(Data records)
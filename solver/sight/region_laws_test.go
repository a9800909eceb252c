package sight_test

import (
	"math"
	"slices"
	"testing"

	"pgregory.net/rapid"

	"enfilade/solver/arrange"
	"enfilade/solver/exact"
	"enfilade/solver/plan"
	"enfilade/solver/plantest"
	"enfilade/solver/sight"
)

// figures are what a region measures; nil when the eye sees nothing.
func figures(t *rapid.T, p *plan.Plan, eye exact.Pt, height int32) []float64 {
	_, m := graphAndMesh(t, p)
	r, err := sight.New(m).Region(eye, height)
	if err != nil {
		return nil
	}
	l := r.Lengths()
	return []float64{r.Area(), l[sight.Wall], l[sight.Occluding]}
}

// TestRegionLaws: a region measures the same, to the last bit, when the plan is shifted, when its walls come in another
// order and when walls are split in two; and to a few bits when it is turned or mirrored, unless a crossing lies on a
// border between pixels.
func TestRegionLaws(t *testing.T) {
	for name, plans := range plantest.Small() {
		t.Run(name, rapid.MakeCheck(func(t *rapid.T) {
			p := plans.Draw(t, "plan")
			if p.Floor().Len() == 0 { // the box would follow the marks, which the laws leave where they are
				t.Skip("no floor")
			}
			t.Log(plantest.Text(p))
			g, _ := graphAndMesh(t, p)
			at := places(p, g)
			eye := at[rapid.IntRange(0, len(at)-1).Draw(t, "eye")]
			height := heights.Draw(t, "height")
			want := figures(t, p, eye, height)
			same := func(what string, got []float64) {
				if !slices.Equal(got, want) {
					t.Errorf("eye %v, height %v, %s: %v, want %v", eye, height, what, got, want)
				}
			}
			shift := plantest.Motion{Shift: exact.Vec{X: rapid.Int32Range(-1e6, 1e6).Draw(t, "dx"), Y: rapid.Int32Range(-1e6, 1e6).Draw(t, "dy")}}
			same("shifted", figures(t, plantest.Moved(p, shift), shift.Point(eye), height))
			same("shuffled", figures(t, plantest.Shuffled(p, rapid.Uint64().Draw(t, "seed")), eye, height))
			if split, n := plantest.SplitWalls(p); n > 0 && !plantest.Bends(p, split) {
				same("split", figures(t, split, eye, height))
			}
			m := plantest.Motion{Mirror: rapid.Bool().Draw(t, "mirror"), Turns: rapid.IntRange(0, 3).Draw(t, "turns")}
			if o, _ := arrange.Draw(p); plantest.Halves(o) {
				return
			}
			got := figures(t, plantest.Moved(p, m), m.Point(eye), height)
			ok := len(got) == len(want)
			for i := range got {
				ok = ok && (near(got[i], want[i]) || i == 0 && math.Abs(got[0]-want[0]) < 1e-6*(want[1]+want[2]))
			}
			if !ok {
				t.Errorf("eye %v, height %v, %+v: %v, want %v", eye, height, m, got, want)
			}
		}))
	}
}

Work to complete — Copy out each line of the data above, exactly, if it lies between the line holding "eye sees nothing." and the line holding "t.Log(plantest.Text(p))", inclusive; copy no other line.

Task response —
// figures are what a region measures; nil when the eye sees nothing.
func figures(t *rapid.T, p *plan.Plan, eye exact.Pt, height int32) []float64 {
	_, m := graphAndMesh(t, p)
	r, err := sight.New(m).Region(eye, height)
	if err != nil {
		return nil
	}
	l := r.Lengths()
	return []float64{r.Area(), l[sight.Wall], l[sight.Occluding]}
}

// TestRegionLaws: a region measures the same, to the last bit, when the plan is shifted, when its walls come in another
// order and when walls are split in two; and to a few bits when it is turned or mirrored, unless a crossing lies on a
// border between pixels.
func TestRegionLaws(t *testing.T) {
	for name, plans := range plantest.Small() {
		t.Run(name, rapid.MakeCheck(func(t *rapid.T) {
			p := plans.Draw(t, "plan")
			if p.Floor().Len() == 0 { // the box would follow the marks, which the laws leave where they are
				t.Skip("no floor")
			}
			t.Log(plantest.Text(p))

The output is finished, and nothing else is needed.